After completing Year 11 at school, Bunting drifted from one menial job to the next. The first was with a signwriting business; the next was travelling Australia to erect and repair nets at indoor sports centres. After being retrenched, Bunting moved out of home and into a shared house with friends. Kurt was among them, as was another longtime friend named Mark Day.
‘The thing that really stood out about John Bunting is that he didn’t try and big-note himself, he was very down-to-earth and he didn’t lie to make himself look better than he was,’ Day would later tell police. ‘He was just a genuinely nice bloke and I liked that about him.’
Bunting’s final job before leaving Queensland was at a crematorium.
It was Mark Day’s idea to leave the unemployment and depression that had engulfed him in Inala. He and John had become friends, spending hours together working on cars, and Bunting was quick to agree that he would also make the journey to Western Australia. The road trip began in February 1986 with seven adults, three children, two cars and hundreds of kilometres of highway. It came to a premature end when one of the cars broke down in Adelaide, South Australia.

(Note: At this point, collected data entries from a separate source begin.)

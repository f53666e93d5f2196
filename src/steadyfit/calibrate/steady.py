"""Steady-state calibration of the model (DOMAIN.md sections 3 and 5): plain functions of the
structural parameters and of investment and workforce-growth rates; no data.

Rates are fractions (0.24, not 24).  ``beta`` is the human-capital share (0 for
the model with physical capital only); ``g_delta`` is g + delta.
"""

from __future__ import annotations

import math
from collections.abc import Sequence
from dataclasses import dataclass
from pathlib import Path
from typing import Any

from ..errors import InputError


def convergence_rate(alpha: float, beta: float, n_g_delta: float) -> float:
    """Speed of convergence near the steady state, ``(n + g + delta)(1 - alpha - beta)``."""
    return n_g_delta * (1 - alpha - beta)


def half_life(lam: float) -> float:
    """Years to close half the gap to the steady state: ``ln 2 / lambda``."""
    if lam <= 0:
        raise ValueError("a half-life needs a positive speed of convergence")
    return math.log(2) / lam


def _no_steady_state(alpha: float, beta: float) -> None:
    if not (math.isfinite(alpha) and math.isfinite(beta) and alpha >= 0 and beta >= 0
            and alpha + beta < 1):
        raise InputError(f"alpha + beta = {alpha + beta:.4g}: shares must be non-negative and "
                         "sum to less than 1 for a steady state to exist", "shares")


# Rates are fractions: an investment rate in (0, 1], workforce growth within +-20% a year
# (the bounds of the data checks; common practice, no source).
MAX_WORKFORCE_GROWTH = 0.2


def check_rates(where: str, s_k: float, n: float, s_h: float | None, g_delta: float) -> None:
    """Refuse rates that are not finite fractions in range (a rate in percent among them)."""
    for name, v in (("s_k", s_k), ("s_h", s_h)):
        if v is not None and not (math.isfinite(v) and 0 < v <= 1):
            raise InputError(f"{name} = {v:g} must be a fraction in (0, 1] (0.24, not 24)", where)
    if not (math.isfinite(n) and abs(n) <= MAX_WORKFORCE_GROWTH):
        raise InputError(f"n = {n:g} must be a fraction between -{MAX_WORKFORCE_GROWTH:g} and "
                         f"{MAX_WORKFORCE_GROWTH:g} (0.02, not 2)", where)
    if not (math.isfinite(g_delta) and 0 <= g_delta <= 1):
        raise InputError(f"g + delta = {g_delta:g} must be a fraction in [0, 1]", "g + delta")
    if not n + g_delta > 0:
        raise InputError(f"n + g + delta = {n + g_delta:g} must be positive", where)


def _exp(x: float) -> float:
    """exp, infinite beyond the float range (a ratio too large to write)."""
    return math.exp(x) if x < 709 else math.inf


def income_ratio(alpha: float, beta: float, saving_ratio: float,
                 schooling_ratio: float = 1.0, ngd_ratio: float = 1.0) -> float:
    """Steady-state income ratio of two economies with the same technology.

    ``saving_ratio`` = s_k of the richer over the poorer; ``ngd_ratio`` =
    (n + g + delta) of the poorer over the richer.
    """
    d = 1 - alpha - beta
    if d <= 0:
        raise ValueError("no steady state: alpha + beta must be below 1")
    return (saving_ratio ** (alpha / d) * schooling_ratio ** (beta / d)
            * ngd_ratio ** ((alpha + beta) / d))


def capital_output(s_k: float, n: float, g_delta: float) -> float:
    """Steady-state capital-output ratio ``K/Y = s_k / (n + g + delta)``."""
    return s_k / (n + g_delta)


@dataclass(frozen=True)
class Economy:
    """One economy's investment and workforce-growth rates (fractions)."""

    name: str
    s_k: float
    n: float
    s_h: float | None = None

    def check(self, human: bool, g_delta: float) -> None:
        check_rates(f"economy '{self.name}'", self.s_k, self.n, self.s_h if human else None,
                    g_delta)


@dataclass(frozen=True)
class RatioRow:
    """One economy against the reference: the predicted steady-state income ratio, the log
    contribution of each factor (summing to the log ratio), and its K/Y."""

    economy: str
    ratio: float
    log_ratio: float
    from_s_k: float
    from_s_h: float
    from_ngd: float
    capital_output: float


@dataclass(frozen=True)
class SteadyStateRatios:
    alpha: float
    beta: float
    g_delta: float
    reference: str
    rows: tuple[RatioRow, ...]


def steady_state_ratios(alpha: float, beta: float, economies: Sequence[Economy],
                        g_delta: float = 0.05, reference: str | None = None
                        ) -> SteadyStateRatios:
    """Each economy's predicted steady-state income per worker relative to ``reference``
    (default: the first), split into the contributions of s_k, s_h and n + g + delta:

    ``ln(y_i/y_0) = a/(1-a-b) ln(s_ki/s_k0) + b/(1-a-b) ln(s_hi/s_h0)
    - (a+b)/(1-a-b) ln((n_i+g+d)/(n_0+g+d))``.
    """
    _no_steady_state(alpha, beta)
    if len(economies) < 2:
        raise InputError("give two economies or more", "economies")
    names = [e.name for e in economies]
    if len(set(names)) < len(names):
        dup = next(n for n in names if names.count(n) > 1)
        raise InputError(f"economy '{dup}' is given twice", "economies")
    human = beta > 0
    for e in economies:
        e.check(human, g_delta)
    base = economies[0] if reference is None else next(
        (e for e in economies if e.name == reference), None)
    if base is None:
        raise InputError(f"'{reference}' is not one of the economies", "reference")
    d = 1 - alpha - beta
    rows = []
    for e in economies:
        k = alpha / d * math.log(e.s_k / base.s_k)
        h = beta / d * math.log(e.s_h / base.s_h) if human else 0.0  # type: ignore[operator]
        n = -(alpha + beta) / d * math.log((e.n + g_delta) / (base.n + g_delta))
        total = k + h + n
        rows.append(RatioRow(e.name, _exp(total), total, k, h, n,
                             capital_output(e.s_k, e.n, g_delta)))
    return SteadyStateRatios(alpha, beta, g_delta, base.name, tuple(rows))


@dataclass(frozen=True)
class RequiredShare:
    """The share that makes an investment ratio produce an income ratio, or the reason none
    in (0, 1) does."""

    income_ratio: float
    saving_ratio: float
    ngd_ratio: float
    share: float
    reason: str | None = None


def required_share(income_ratio_: float, saving_ratio: float, ngd_ratio: float = 1.0
                   ) -> RequiredShare:
    """The capital share ``a`` (physical capital only) or the broad share ``a + b`` (human
    capital investment differing by the same ratio as physical) that makes an investment
    ratio ``saving_ratio`` (and a ratio of n + g + delta, poorer over richer) produce
    ``income_ratio_``: ``a/(1-a) = ln R / ln(S N)``."""
    for value, key in ((income_ratio_, "income ratio"), (saving_ratio, "saving ratio"),
                       (ngd_ratio, "n + g + delta ratio")):
        if not (math.isfinite(value) and value > 0):
            raise InputError(f"must be a positive number, not {value:g}", key)
    drive = math.log(saving_ratio * ngd_ratio)
    gap = math.log(income_ratio_)
    if drive == 0:
        return RequiredShare(income_ratio_, saving_ratio, ngd_ratio, math.nan,
                             "the investment ratio times the n + g + delta ratio is 1, so the "
                             "model predicts equal incomes whatever the share")
    x = gap / drive
    if x == 0:
        return RequiredShare(income_ratio_, saving_ratio, ngd_ratio, 0.0)
    if x < 0:
        return RequiredShare(income_ratio_, saving_ratio, ngd_ratio, math.nan,
                             "the income gap runs the other way from the investment gap: "
                             "no positive share explains it")
    return RequiredShare(income_ratio_, saving_ratio, ngd_ratio, x / (1 + x))


def required_share_grid(income_ratios: Sequence[float], saving_ratios: Sequence[float],
                        ngd_ratio: float = 1.0) -> Any:
    """Required shares over a grid: one row per income ratio, one column per saving ratio;
    NaN where no share in (0, 1) explains the pair (a numpy array)."""
    import numpy as np

    return np.array([[required_share(r, s, ngd_ratio).share for s in saving_ratios]
                     for r in income_ratios])


def shares_from_run(path: str | Path, equation: str, sample: str) -> tuple[float, float, float]:
    """(alpha, beta, g + delta) an estimation run implied for one equation on one sample, read
    from its run folder's results.json; beta is 0 for physical capital only."""
    from ..compare import load_record

    record, name = load_record(path)
    cells = {(r["equation"], r["sample"]): r for r in record["results"]}
    cell = cells.get((equation, sample))
    if cell is None:
        have = ", ".join(f"{e}/{s}" for e, s in cells)
        raise InputError(f"run {name} has no equation '{equation}' on sample '{sample}'; it "
                         f"has {have}", "--from-run")
    q = cell["quantities"]
    alpha = q.get("alpha")
    if alpha is None:
        raise InputError(f"{equation}/{sample} of run {name} implies no ordinary alpha"
                         + (f": {cell['problem']}" if cell.get("problem") else ""), "--from-run")
    return float(alpha), float(q.get("beta") or 0.0), float(record["settings"]["g_plus_delta"])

With their adventure cut short, Bunting, Mark and his girlfriend, Esmay Kennedy, were quickly plunged back into reality. At first they lived in an Adelaide caravan park, then in a flat north of the city. When Esmay lost the baby she’d been expecting, she and Mark returned to Queensland, leaving Bunting to move into yet another caravan park.
Despite never reaching Western Australia, life in Adelaide was starting to take shape for John Bunting. In 1988 he got a temporary job working at a motor museum where his task was to help paint a concrete floor in the museum’s main pavilion. Colleagues remember Bunting as an average-looking man, if a little short. He had shoulder-length, sandy-coloured hair and looked a touch younger than his twenty-one years. Their most vivid memory was of his voice. ‘He had an unusually squeaky, high-pitched voice. It was almost as though his voice was breaking during the time he was employed by the museum,’ one staff member would later recall.